Original Title: (Crypto x AI: 10 Categories We're Watching in 2025)

Author: Archetype

Compiled by: Deep Tide TechFlow

1. Agent-to-Agent Interaction

Blockchain, due to its inherent transparency and composability, has become an ideal platform for seamless interaction between agents. In this interaction, agents developed by different entities for different purposes can collaborate to complete tasks. There have already been some exciting attempts, such as transferring assets between agents and issuing tokens together. We look forward to further expanding interactions between agents: on one hand, creating entirely new application scenarios, such as agent-driven social platforms; on the other hand, optimizing existing business workflows, such as platform certification, micropayments, cross-platform workflow integration, etc., thereby simplifying today's complex and cumbersome operational processes. - Danny, Katie, Aadharsh, Dmitriy

Aethernet and Clanker jointly issued tokens on Warpcast

2. Decentralized Agentic Organizations

Large-scale multi-agent collaboration is another exciting research direction. How do multi-agent systems collaborate to complete tasks, solve problems, and even manage protocols and systems? In an early 2024 article (The Promises and Challenges of Crypto + AI Applications), Vitalik proposed the idea of using AI agents for prediction markets and adjudication. He believes that in large-scale applications, multi-agent systems have tremendous potential in 'truth' discovery and autonomous governance. We look forward to seeing how the capabilities of such multi-agent systems will be further explored, and how 'collective intelligence' will reveal more possibilities in experiments.

Additionally, collaboration between agents and humans is a direction worth exploring. For example, how communities interact around agents, or how agents organize humans to complete collective actions. We want to see more experiments with agents aimed at large-scale human collaboration.

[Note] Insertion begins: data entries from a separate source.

/* Protocol tests of the reflect family: reflect.interface, reflect.series,
 * reflect.impedance and reflect.vti through rw_proto_handle. Shapes and
 * broadcasting, units (angles in rad, velocities in km/s), QC flags and
 * nulls, every -32602 path with the parameter it names, the work limit,
 * physics checks against facts of the trade (normal-incidence coefficient,
 * Snell's law, energy conservation, total reflection), and the AVO classes
 * of shale/sand interfaces built with the project's own fluid substitution
 * (rw_rock_fluid_subst, rw_fluid_brine_props, rw_fluid_gas_props). */
#include <stdarg.h>
#include <stddef.h>
#include <stdint.h>
#include <setjmp.h>
#include <cmocka.h>
#include <math.h>
#include <stdio.h>

#include <gsl/gsl_errno.h>

#include "proto/harness.h"
#include "rockwire/fluid.h"
#include "rockwire/rock.h"
#include "rockwire/status.h"

#define REQ(method, params)                                                    \
	"{\"jsonrpc\":\"2.0\",\"id\":1,\"method\":\"" method                   \
	"\",\"params\":" params "}"

/* QC bits as documented in protocol-docs/reflect.md (the test uses the
 * published numbers, not the daemon's macros). */
#define B_INPUT_INVALID (1u << 0)
#define B_RHO_NONPOS    (1u << 1)
#define B_NU_IMPOSSIBLE (1u << 2)
#define B_NU_NEGATIVE   (1u << 4)
#define B_MEDIUM        (1u << 16)
#define B_POSTCRIT      (1u << 17)
#define B_UNDEFINED     (1u << 18)
#define B_NO_CRIT_P     (1u << 19)
#define B_NO_CRIT_S     (1u << 20)
#define B_POSTCRIT_S    (1u << 21)
#define B_UNSTABLE      (1u << 22)
#define B_MISSING       (1u << 28)

static const double DEG = 3.14159265358979323846 / 180.0;

static int setup(void **state)
{
	harness *h = malloc(sizeof *h);
	h_init(h);
	*state = h;
	return 0;
}

static int teardown(void **state)
{
	h_free(*state);
	free(*state);
	return 0;
}

static cJSON *ok_call(harness *h, const char *line)
{
	cJSON *r = h_call(h, line);
	if (!r || h_code(r) != 0 || !h_result(r, NULL))
		fail_msg("%s -> %s", line, h->out.data ? h->out.data : "");
	return r;
}

static void expect_error(harness *h, const char *line, int code,
                         const char *param)
{
	cJSON *r = h_call(h, line);
	if (!r)
		fail_msg("no JSON response for %s: '%s'", line, h->out.data);
	if (h_code(r) != code)
		fail_msg("%s: code %d, want %d (%s)", line, h_code(r), code,
		         h->out.data);
	if (param && strcmp(h_param(r), param) != 0)
		fail_msg("%s: param '%s', want '%s' (%s)", line, h_param(r),
		         param, h->out.data);
	cJSON_Delete(r);
}

/* Element of a result member: idx < 0 skips a level (scalar member). */
static const cJSON *at(const cJSON *r, const char *m, int i, int j)
{
	const cJSON *v = h_result(r, m);
	if (!v)
		fail_msg("member %s missing", m);
	if (i >= 0)
		v = cJSON_GetArrayItem(v, i);
	if (j >= 0)
		v = cJSON_GetArrayItem(v, j);
	if (!v)
		fail_msg("member %s[%d][%d] missing", m, i, j);
	return v;
}

static double num(const cJSON *r, const char *m, int i, int j)
{
	const cJSON *v = at(r, m, i, j);
	if (!cJSON_IsNumber(v))
		fail_msg("%s[%d][%d] is not a number", m, i, j);
	return v->valuedouble;
}

static int is_null(const cJSON *r, const char *m, int i, int j)
{
	return cJSON_IsNull(at(r, m, i, j));
}

static unsigned flags(const cJSON *r, const char *m, int i, int j)
{
	return (unsigned)num(r, m, i, j);
}

static const char *str(const cJSON *r, const char *m, int i)
{
	const cJSON *v = at(r, m, i, -1);
	return cJSON_IsString(v) ? v->valuestring : "(not a string)";
}

static const char *unit(const cJSON *r, const char *m)
{
	const cJSON *u =
	    cJSON_GetObjectItemCaseSensitive(h_result(r, "units"), m);
	return cJSON_IsString(u) ? u->valuestring : "";
}

/* ---- reflect.interface ------------------------------------------------ */

#define SH "{\"vp\":2400,\"vs\":1000,\"rho\":2.25}"
#define SD "{\"vp\":2200,\"vs\":1300,\"rho\":2.0}"

static void test_interface_shapes(void **state)
{
	harness *h = *state;
	cJSON *r;

	/* one interface, angles array: arrays over angles */
	r = ok_call(h, REQ("reflect.interface",
	                   "{\"upper\":" SH ",\"lower\":" SD
	                   ",\"angle\":[0,10,20],\"methods\":[\"zoeppritz\","
	                   "\"shuey3\"]}"));
	assert_int_equal(cJSON_GetArraySize(h_result(r, "rpp_re")), 3);
	assert_int_equal(cJSON_GetArraySize(h_result(r, "rpp_shuey3")), 3);
	assert_int_equal(cJSON_GetArraySize(h_result(r, "qc")), 3);
	assert_true(cJSON_IsNumber(h_result(r, "intercept")));
	assert_true(cJSON_IsString(h_result(r, "class")));
	assert_null(h_result(r, "rpp_aki_richards")); /* not requested */
	assert_string_equal(unit(r, "rpp_phase"), "deg");
	assert_string_equal(unit(r, "angle"), "deg");
	/* normal incidence: (Z2 - Z1) / (Z2 + Z1), Aki & Richards 1980
	 * sec. 5.2 (a fact of the trade) */
	assert_true(fabs(num(r, "rpp_re", 0, -1) -
	                 (4400.0 - 5400.0) / (4400.0 + 5400.0)) < 1e-12);
	assert_true(fabs(num(r, "rpp_phase", 0, -1) - 180.0) < 1e-9);
	assert_true(fabs(num(r, "rps_re", 0, -1)) < 1e-15);
	assert_true(fabs(num(r, "rps_phase", 0, -1)) < 1e-15);
	cJSON_Delete(r);

	/* many interfaces, many angles: [interface][angle] */
	r = ok_call(h, REQ("reflect.interface",
	                   "{\"upper\":{\"vp\":[2400,2400],\"vs\":1000,"
	                   "\"rho\":2.25},\"lower\":{\"vp\":[2200,2600],"
	                   "\"vs\":1300,\"rho\":2.0},\"angle\":[0,10,20,30],"
	                   "\"methods\":\"aki_richards\"}"));
	assert_int_equal(cJSON_GetArraySize(h_result(r, "rpp_aki_richards")),
	                 2);
	assert_int_equal(cJSON_GetArraySize(at(r, "rpp_aki_richards", 1, -1)),
	                 4);
	assert_int_equal(cJSON_GetArraySize(at(r, "qc", 1, -1)), 4);
	assert_int_equal(cJSON_GetArraySize(h_result(r, "class")), 2);
	assert_int_equal(cJSON_GetArraySize(h_result(r, "critical_p")), 2);
	assert_null(h_result(r, "rpp_re")); /* zoeppritz not requested */
	/* the second interface has a faster lower medium: Snell's law
	 * asin(vp1 / vp2) */
	assert_true(fabs(num(r, "critical_p", 1, -1) -
	                 asin(2400.0 / 2600.0) / DEG) < 1e-9);
	assert_true(is_null(r, "critical_p", 0, -1));
	assert_true(flags(r, "qc_interface", 0, -1) & B_NO_CRIT_P);
	assert_false(flags(r, "qc_interface", 1, -1) & B_NO_CRIT_P);
	assert_true(flags(r, "qc_interface", 1, -1) & B_NO_CRIT_S);
	cJSON_Delete(r);

	/* many interfaces, one angle: arrays over interfaces */
	r = ok_call(h, REQ("reflect.interface",
	                   "{\"upper\":" SH ",\"lower\":{\"vp\":[2200,2600],"
	                   "\"vs\":1300,\"rho\":2.0},\"angle\":15}"));
	assert_int_equal(cJSON_GetArraySize(h_result(r, "rpp_re")), 2);
	assert_true(cJSON_IsNumber(at(r, "rpp_re", 1, -1)));
	assert_true(cJSON_IsNumber(h_result(r, "angle")));
	cJSON_Delete(r);

	/* no angle: normal incidence, scalars */
	r = ok_call(
	    h, REQ("reflect.interface", "{\"upper\":" SH ",\"lower\":" SD "}"));
	assert_true(cJSON_IsNumber(h_result(r, "rpp_re")));
	assert_int_equal((int)num(r, "angle", -1, -1), 0);
	cJSON_Delete(r);
}

static void test_interface_units(void **state)
{
	harness *h = *state;
	cJSON *a, *b;

	a = ok_call(h, REQ("reflect.interface",
	                   "{\"upper\":" SH ",\"lower\":{\"vp\":2900,\"vs\":"
	                   "1500,\"rho\":2.3},\"angle\":[30,60],\"methods\":"
	                   "[\"zoeppritz\",\"fatti\"]}"));
	b = ok_call(h, REQ("reflect.interface",
	                   "{\"upper\":{\"vp\":2.4,\"vs\":1.0,\"rho\":2250},"
	                   "\"lower\":{\"vp\":2.9,\"vs\":1.5,\"rho\":2300},"
	                   "\"angle\":[0.5235987755982988,1.0471975511965976],"
	                   "\"methods\":[\"zoeppritz\",\"fatti\"],\"units\":{"
	                   "\"velocity\":\"km/s\",\"angle\":\"rad\","
	                   "\"density\":\"kg/m3\"}}"));
	for (int j = 0; j < 2; j++) {
		assert_true(fabs(num(a, "rpp_re", j, -1) -
		                 num(b, "rpp_re", j, -1)) < 1e-12);
		assert_true(fabs(num(a, "rpp_phase", j, -1) * DEG -
		                 num(b, "rpp_phase", j, -1)) < 1e-12);
	}
	assert_true(fabs(num(a, "critical_p", -1, -1) * DEG -
	                 num(b, "critical_p", -1, -1)) < 1e-12);
	assert_string_equal(unit(b, "critical_p"), "rad");
	assert_string_equal(unit(b, "angle"), "rad");
	/* 60 deg is past asin(2.4 / 2.9) = 55.9 deg: the exact coefficient
	 * is complex and the linearised form is null */
	assert_true(flags(a, "qc", 1, -1) & B_POSTCRIT);
	assert_true(is_null(a, "rpp_fatti", 1, -1));
	assert_false(is_null(a, "rpp_fatti", 0, -1));
	assert_true(fabs(num(a, "rpp_im", 1, -1)) > 1e-3);
	cJSON_Delete(a);
	cJSON_Delete(b);
}

/* Energy flux normal to the interface is conserved below the critical
 * angles (Aki & Richards 1980, sec. 5.2.5; a fact of plane-wave physics):
 * for an incident P wave from a fluid,
 *   |Rpp|^2 + Z2 cos(t2) |Tpp|^2 / (Z1 cos t1)
 *           + rho2 vs2 cos(j2) |Tps|^2 / (Z1 cos t1) = 1. */
static void test_interface_energy(void **state)
{
	harness *h = *state;
	const double vp1 = 1500, r1 = 1000, vp2 = 3000, vs2 = 1600, r2 = 2300;
	cJSON *r =
	    ok_call(h, REQ("reflect.interface",
	                   "{\"upper\":{\"vp\":1500,\"vs\":0,\"rho\":1.0},"
	                   "\"lower\":{\"vp\":3000,\"vs\":1600,\"rho\":2.3},"
	                   "\"angle\":[0,10,20,29]}"));
	const double th[4] = {0, 10, 20, 29};

	for (int j = 0; j < 4; j++) {
		double t = th[j] * DEG, p = sin(t) / vp1;
		double c1 = cos(t), c2 = sqrt(1 - p * p * vp2 * vp2);
		double cj = sqrt(1 - p * p * vs2 * vs2);
		double e = pow(num(r, "rpp_abs", j, -1), 2) +
		           r2 * vp2 * c2 * pow(num(r, "tpp_abs", j, -1), 2) /
		               (r1 * vp1 * c1) +
		           r2 * vs2 * cj * pow(num(r, "tps_abs", j, -1), 2) /
		               (r1 * vp1 * c1);
		assert_true(fabs(e - 1.0) < 1e-10);
		/* a fluid upper medium reflects no S wave */
		assert_true(fabs(num(r, "rps_abs", j, -1)) < 1e-15);
	}
	assert_true(fabs(num(r, "critical_p", -1, -1) - asin(vp1 / vp2) / DEG) <
	            1e-9);
	assert_true(fabs(num(r, "critical_s", -1, -1) - asin(vp1 / vs2) / DEG) <
	            1e-9);
	cJSON_Delete(r);
}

Of course, this needs to be equipped with some verification mechanism, especially in cases where tasks are completed off-chain. But this exploration could lead to some unexpectedly wonderful results. - Katie, Dmitriy, Ash

3. Agentic Multimedia Entertainment

The concept of digital virtual personas has existed for many years. For example, Hatsune Miku (2007) held sold-out concerts in venues with 20,000 seats; Lil Miquela (2016) has over 2 million followers on Instagram. Recent examples include AI virtual streamer Neuro-sama (2022), who has surpassed 600,000 subscriptions on Twitch; and the anonymous Kpop boy band PLAVE (2023), whose views on YouTube have exceeded 300 million in less than two years. With advancements in AI technology and the application of blockchain in payments, value transfer, and open data platforms, these agents are expected to become more autonomous and may usher in a brand new mainstream entertainment category by 2025. - Katie, Dmitriy

From the top left clockwise: Hatsune Miku, Luna from Virtuals, Lil Miquela, and PLAVE

4. Generative/Agentic Content Marketing

In some cases, agents themselves are the product, while in others, they can complement the product. In the attention economy, continuously producing engaging content is key to the success of any idea, product, or company. Generative/agent-driven content provides teams with a powerful tool to ensure a scalable, around-the-clock content creation channel. This field has accelerated due to discussions around the differences between 'memecoins and agents'. Agents are a powerful tool for the dissemination of memecoins, even if they have not yet fully realized 'agentification'.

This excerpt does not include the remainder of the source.